Enable heartbeat signals to prevent the consumption of WAL disk space. The connector will periodically emit a heartbeat signal to the selected table.

Note: The heartbeat signal must also be selected in the Datasource > Tables to sync configuration property. For more information, see the WAL disk space consumption section.

Heartbeat interval [ms]: The interval in milliseconds at which the heartbeat signal is emitted. The default value is 3000 (3 s).
Action Query: The query that the connector uses to send heartbeat signals to the source database. The query must be a valid SQL statement that the source database can execute, and the heartbeat table must be tracked in the Source settings.

Replication Plugin Advanced Options

These parameters control whether the connector creates a publication and how it is created. It is recommended to create publications manually before setting up the connector. Automatic creation works only if the user has owner permissions on the tables.

More information about the publication creation process can be found in the Publication Creation section.

Publication Auto Create Mode: The mode specifying how the connector creates publications.

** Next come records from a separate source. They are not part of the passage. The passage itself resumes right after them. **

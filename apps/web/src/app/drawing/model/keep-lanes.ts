import { applyBatch, type EditOp, type NetworkDocument, setOp } from '@riseback/network';
import { type DrawnNetwork, drawnNetwork, type DrawnPipe, shownBends } from './drawn-network';

/**
 * Operations with those added that hold parallel pipes where they are drawn: a pipe that is set off from another would fall back
 * upon the straight line once the other goes or bends. Its way is written into it as bends of its own instead.
 */
export function keepingLanes(
  network: DrawnNetwork,
  document: NetworkDocument,
  ops: readonly EditOp[],
): readonly EditOp[] {
  const setOff = [...network.pipes.values()].filter(({ lane }) => lane !== 0);
  const applied = setOff.length === 0 ? undefined : applyBatch(document, ops);
  if (applied?.ok !== true) return ops;
  const after = drawnNetwork(applied.document);
  const held = setOff
    .filter((pipe) => fellBack(pipe, network, after))
    .map((pipe) => setOp(document, 'pipes', pipe.id, 'bends', shownBends(pipe)));
  return [...ops, ...held];
}

function fellBack(pipe: DrawnPipe, before: DrawnNetwork, after: DrawnNetwork): boolean {
  const now = after.pipes.get(pipe.id);
  if (now === undefined || now.lane === pipe.lane || now.pipe.bends !== pipe.pipe.bends) return false;
  return [pipe.pipe.from, pipe.pipe.to].every((end) => {
    const [was, is] = [before.nodes.get(end)?.at, after.nodes.get(end)?.at];
    return was?.x === is?.x && was?.y === is?.y;
  });
}
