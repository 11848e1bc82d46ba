import type { Position } from '@riseback/network';
import type { DrawnGauge } from './drawn-gauges';
import type { DrawnNetwork } from './drawn-network';

export type Direction = 'left' | 'right' | 'up' | 'down';

/** What the keyboard goes about in: the drawing and, where it has them, its gauges. */
export interface Walked extends DrawnNetwork {
  readonly gauges?: ReadonlyMap<string, DrawnGauge>;
}

interface Place {
  readonly id: string;
  readonly at: Position;
}

/** Which pipes carry their flow against their arrow, as the solver found it. */
export type Reversed = (pipeId: string) => boolean;

/** Every element with the place where it is focused. */
export function places({ nodes, pipes, gauges }: Walked): Place[] {
  return [...nodes.values(), ...pipes.values(), ...(gauges?.values() ?? [])];
}

/**
 * The nearest element within 45 degrees of a direction; equal distances go to the lower id.
 * @returns undefined when nothing lies that way
 */
export function nearestInDirection(network: Walked, fromId: string, direction: Direction): string | undefined {
  const from = placeOf(network, fromId);
  if (from === undefined) return undefined;
  let best: { id: string; distance: number } | undefined;
  for (const { id, at } of places(network)) {
    if (id === fromId) continue;
    const { ahead, aside } = resolve({ x: at.x - from.x, y: at.y - from.y }, direction);
    if (ahead <= 0 || Math.abs(aside) > ahead) continue;
    const distance = Math.hypot(ahead, aside);
    if (best === undefined || distance < best.distance || (distance === best.distance && id < best.id))
      best = { id, distance };
  }
  return best?.id;
}

/** With the flow: from a node to the pipe that drains it, from a pipe to the node it drains to. */
export function downstreamOf(network: Walked, id: string, reversed: Reversed): string | undefined {
  const tapped = tappedBy(network, id);
  if (tapped !== undefined) return tapped;
  const drawn = network.pipes.get(id);
  if (drawn !== undefined) return reversed(id) ? drawn.pipe.from : drawn.pipe.to;
  return drainingPipes(network, id, reversed)[0];
}

/** Against the flow: from a node to the first pipe entering it, from a pipe to the node it comes from. */
export function upstreamOf(network: Walked, id: string, reversed: Reversed): string | undefined {
  const tapped = tappedBy(network, id);
  if (tapped !== undefined) return tapped;
  const drawn = network.pipes.get(id);
  if (drawn !== undefined) return reversed(id) ? drawn.pipe.to : drawn.pipe.from;
  return feedingPipes(network, id, reversed)[0];
}

/** From one pipe entering a node to the next one, round and round; from a node to the first. */
export function nextEntering(network: Walked, id: string, reversed: Reversed): string | undefined {
  const node = network.pipes.has(id) ? downstreamOf(network, id, reversed) : id;
  if (node === undefined) return undefined;
  const feeding = feedingPipes(network, node, reversed);
  return feeding[(feeding.indexOf(id) + 1) % feeding.length];
}

/** The node of fixed pressure at the end of the walk from an element; the network's first receiver where the walk ends before one. */
export function endOfWalk(network: Walked, id: string | undefined, reversed: Reversed): string | undefined {
  const seen = new Set<string>();
  let here = id;
  while (here !== undefined && !seen.has(here)) {
    seen.add(here);
    const kind = network.nodes.get(here)?.node.kind;
    if (kind === 'receiver' || (kind === 'flashVessel' && here !== id)) return here;
    here = downstreamOf(network, here, reversed);
  }
  return [...network.nodes.values()].find(({ node }) => node.kind === 'receiver')?.id;
}

/** A trap upstream of an element, the nearest by steps; the network's first trap where none feeds it. */
export function trapAbove(network: Walked, id: string | undefined, reversed: Reversed): string | undefined {
  const queue = id === undefined ? [] : [id];
  const seen = new Set(queue);
  for (let here = queue.shift(); here !== undefined; here = queue.shift()) {
    if (network.nodes.get(here)?.node.kind === 'trap') return here;
    const above =
      network.pipes.has(here) || network.gauges?.has(here) === true
        ? [upstreamOf(network, here, reversed)]
        : feedingPipes(network, here, reversed);
    for (const next of above) {
      if (next === undefined || seen.has(next)) continue;
      seen.add(next);
      queue.push(next);
    }
  }
  return [...network.nodes.values()].find(({ node }) => node.kind === 'trap')?.id;
}

/** The element named by a tag, or the first whose tag or id starts with what was typed. Letters' case does not matter. */
export function findByTag(
  elements: Iterable<{ id: string; tag?: string | undefined }>,
  typed: string,
): string | undefined {
  const wanted = typed.trim().toLowerCase();
  if (wanted === '') return undefined;
  let starting: string | undefined;
  for (const { id, tag } of elements) {
    const names = [tag, id].flatMap((name) => (name === undefined ? [] : [name.toLowerCase()]));
    if (names.includes(wanted)) return id;
    if (starting === undefined && names.some((name) => name.startsWith(wanted))) starting = id;
  }
  return starting;
}

export function placeOf({ nodes, pipes, gauges }: Walked, id: string): Position | undefined {
  return (nodes.get(id) ?? pipes.get(id) ?? gauges?.get(id))?.at;
}

/** From a gauge, with the flow or against it, the keyboard goes to what it taps. */
function tappedBy({ gauges }: Walked, id: string): string | undefined {
  const gauge = gauges?.get(id)?.gauge;
  return gauge?.node ?? gauge?.pipe;
}

function drainingPipes({ leaving, entering }: DrawnNetwork, node: string, reversed: Reversed): string[] {
  return [
    ...(leaving.get(node) ?? []).filter((pipe) => !reversed(pipe)),
    ...(entering.get(node) ?? []).filter(reversed),
  ];
}

function feedingPipes({ leaving, entering }: DrawnNetwork, node: string, reversed: Reversed): string[] {
  return [
    ...(entering.get(node) ?? []).filter((pipe) => !reversed(pipe)),
    ...(leaving.get(node) ?? []).filter(reversed),
  ];
}

function resolve({ x, y }: Position, direction: Direction): { ahead: number; aside: number } {
  switch (direction) {
    case 'right':
      return { ahead: x, aside: y };
    case 'left':
      return { ahead: -x, aside: y };
    case 'down':
      return { ahead: y, aside: x };
    case 'up':
      return { ahead: -y, aside: x };
  }
}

The following options are available:
- disabled: The connector does not create a publication. A database administrator or the user configured for replication should create the publication before running the connector.
- all_tables: The connector creates a publication for all tables in the database from which the connector captures changes. The user must be a superuser to add all tables to the publication.
- filtered: The connector creates a publication for tables that match the current configuration. The user must be the table owner to add tables to a publication.
Publication Name: The name of the publication to be used by the connector. The publication name is generated based on the configuration ID and, optionally, the branch ID.
Replica identity override values: This option overwrites the existing value in the database. A list of regular expressions matches fully qualified tables and replica identity values to be used in the table.
- If you wish to keep previous values on DELETED records, the replica identity must be set to FULL; otherwise, all values except the primary key will be empty on deleted records.
- Leave empty to keep the database default.
- For more information, see the Replica Identity section.

Destination

The destination is a mandatory configuration option that specifies how the data is loaded into the destination tables.

Load type

The Load Type configuration option specifies how the data is loaded into the destination tables.

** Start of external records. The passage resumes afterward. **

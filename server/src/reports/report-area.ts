import { NetworkRepository } from '../networks/network-repository';
import type { PeopleRepository } from '../people/people-repository';
import type { MembershipLookup } from '../platform/auth/access';
import type { Database } from '../platform/db/database';
import type { Route } from '../platform/routes/route-table';
import { RevisionRepository } from '../revisions/revision-repository';
import type { LiveSolves } from '../solve/live-solves';
import { FrozenStates } from './frozen-states';
import { ReportRepository } from './report-repository';
import { reportRoutes } from './report-routes';
import { ReportRunner } from './report-runner';
import { ReportService } from './report-service';
import { ReportSources } from './report-sources';
import { ReportStreams, type ReportStreamsOptions } from './report-streams';
import type { ReportPort } from './report-threads';

export interface ReportAreaParts extends ReportStreamsOptions {
  readonly db: Database;
  readonly live: LiveSolves;
  readonly people: PeopleRepository;
  readonly memberships: MembershipLookup;
  readonly port: ReportPort;
  readonly engineVersion: string;
  readonly newId: () => string;
  readonly now: () => Date;
  /** Told of what broke. */
  readonly report: (error: unknown) => void;
}

export interface ReportArea {
  readonly routes: readonly Route[];
  readonly runner: ReportRunner;
  readonly endStreams: () => void;
}

/** Orders for reports, from the route to the thread that makes them. */
export function buildReportArea(parts: ReportAreaParts): ReportArea {
  const { db, live, people, memberships, port, engineVersion, newId, now, report } = parts;
  const networks = new NetworkRepository(db);
  const frozen = new FrozenStates(new RevisionRepository(db));
  const reports = new ReportRepository(db);
  const streams = new ReportStreams(parts);
  const sources = new ReportSources({ networks, live, frozen, people, memberships, engineVersion, now });
  const gather = sources.gather.bind(sources);
  const runner = new ReportRunner(reports, { gather, port, now, changed: (job) => streams.changed(job), report });
  const service = new ReportService({
    ...{ reports, frozen, runner, streams, newId, now },
    networkName: (networkId) => networks.head(networkId)?.name,
  });
  return { routes: reportRoutes(service), runner, endStreams: () => streams.close() };
}
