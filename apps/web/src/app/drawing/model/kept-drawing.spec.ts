import { applyBatch, type EditOp, type NetworkDocument } from '@riseback/network';
import { describe, expect, it } from 'vitest';
import { type DrawnNetwork, drawnNetwork } from './drawn-network';
import { keptDrawing } from './kept-drawing';
import { sampleDocument } from './sample-network';

function afterEdit(document: NetworkDocument, op: EditOp): { before: DrawnNetwork; kept: DrawnNetwork } {
  const applied = applyBatch(document, [op]);
  if (!applied.ok) throw new Error('the edit was refused');
  const before = drawnNetwork(document);
  const now = drawnNetwork(applied.document);
  const kept = keptDrawing(now, before);
  expect(kept).toEqual(now);
  return { before, kept };
}

describe('keptDrawing', () => {
  it('keeps every object but that of the element that was edited, and all pipes where none is drawn otherwise', () => {
    const { before, kept } = afterEdit(sampleDocument(), {
      op: 'set',
      in: 'nodes',
      id: 'T1',
      key: 'elevationM',
      from: 1.2192,
      to: 2,
    });
    expect(kept.nodes.get('T1')).not.toBe(before.nodes.get('T1'));
    expect(kept.nodes.get('T2')).toBe(before.nodes.get('T2'));
    expect(kept.pipes).toBe(before.pipes);
  });

  it('draws the pipes of a node that was moved anew, and no others', () => {
    const { before, kept } = afterEdit(sampleDocument(), {
      op: 'set',
      in: 'nodes',
      id: 'T1',
      key: 'position',
      from: { x: 0, y: 0 },
      to: { x: 0, y: -40 },
    });
    expect(kept.pipes.get('L1')).not.toBe(before.pipes.get('L1'));
    expect(kept.pipes.get('L2')).toBe(before.pipes.get('L2'));
  });
});
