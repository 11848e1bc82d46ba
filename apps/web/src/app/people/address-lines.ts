import { NewInvitation } from '@riseback/contracts';

/** One address of a pasted list: good, or with what is wrong with it. */
export interface AddressLine {
  /** As it was pasted, from 1. */
  readonly line: number;
  readonly text: string;
  readonly email: string;
  readonly mistake?: string;
}

const AddressShape = NewInvitation.shape.email;

/** Addresses a line each, or parted by commas or semicolons; `Ines Kallan <ines@ternquay.example>` counts as well. */
export function addressLines(pasted: string): AddressLine[] {
  const seen = new Set<string>();
  return pasted.split(/\r?\n/).flatMap((row, index) =>
    row
      .split(/[,;]/)
      .map((part) => part.trim())
      .filter((part) => part !== '')
      .map((text): AddressLine => {
        const email = /<([^<>]*)>\s*$/.exec(text)?.[1]?.trim() ?? text;
        const line = { line: index + 1, text, email };
        if (!AddressShape.safeParse(email).success) return { ...line, mistake: 'is not an e-mail address' };
        const key = email.toLowerCase();
        if (seen.has(key)) return { ...line, mistake: 'stands in the list twice; leave one out' };
        seen.add(key);
        return line;
      }),
  );
}
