import type { MethodSection } from '../method-section';

/** Readings of gauges against what is predicted. */
export const AGREEMENT_SECTIONS: readonly MethodSection[] = [
  {
    id: 'gauge-reading',
    title: 'From a dial to the pipe',
    summary:
      'What the dial shows, the atmosphere, and the cold water that stands in the line to the gauge where its leg is filled. The tap’s height follows the route of its pipe.',
    equations: ['p_tap = p_read + p_atm + ρ g (z_gauge − z_tap)'],
    range: 'Legs that are full, or have none; water of 1 to 80 °C.',
    limits: [
      'A leg that is half full shows neither.',
      'Within a pipe the prediction is marched to the tap; where no trap’s way leads through, it lies between the pipe’s ends.',
    ],
    sources: ['Hydrostatics; density by IAPWS-IF97'],
    checked: '3 m of cold water by hand; a tap at either end of a pipe, and on a pipe drawn the other way.',
    page: 'agreement',
  },
  {
    id: 'gauge-agreement',
    title: 'Agreement',
    summary:
      'The difference over both uncertainties together. A reading is as good as its gauge: accuracy, resolution, height of the leg. A prediction is as good as its loads, its held pressures and the credible band on the side measured. Up to 1 it agrees, to 1.5 it is doubtful, beyond it disagrees.',
    equations: ['u² = Σ u_i²', 'E_n = (p_measured − p_predicted)/√(U_m² + U_p²)'],
    symbols: [
      ['u', 'standard uncertainty; of a limit, the limit over √3'],
      ['U', 'expanded to about 95 %'],
    ],
    range: 'Steady readings of a round taken together in one case.',
    limits: [
      'Disagreement says that something is otherwise than drawn, not what.',
      'Doubtful is this program’s word: ISO/IEC 17043 knows 1 alone.',
      'On the change since a baseline round what model and gauge always have wrong cancels; how much of a gauge’s error remains is this program’s estimate.',
    ],
    sources: ['JCGM 100:2008 (GUM)', 'EA-4/02 S9, S10', 'ISO/IEC 17043', 'ISO 13528'],
    checked: 'Two worked budgets of EA-4/02 and printed scores of NIST, to their digits.',
    page: 'agreement',
  },
  {
    id: 'gauge-choice',
    title: 'What a gauge can decide',
    summary:
      'A gauge should work in the middle half of its scale, and be read to less than what it is to decide: what the nearest trap upstream has left before its back-pressure limit, or how far the methods are apart at its tap.',
    range: 'Gauges with a range and an accuracy.',
    limits: ['Grades and working range are from memory of the standards.'],
    sources: ['ASME B40.100', 'EN 837-1', 'EN 837-2'],
    checked: 'Every limit from both sides.',
    page: 'agreement',
  },
];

The following options are available:

Incremental Load - Deduplicated: The connector upserts records into the destination table. The connector uses the primary key to perform an upsert. The connector does not delete records from the destination table.
Incremental Load - Append: The connector produces no primary key. The order of the events will be given by the KBC__EVENT_TIMESTAMP_MS column + helper KBC__BATCH_EVENT_ORDER column which contains the order in one batch.
Full Load - Deduplicated: The destination table data will be replaced with the current batch and deduplicated by the primary key.
Full Load - Append: The destination table data will be replaced with the current batch, which will not be deduplicated.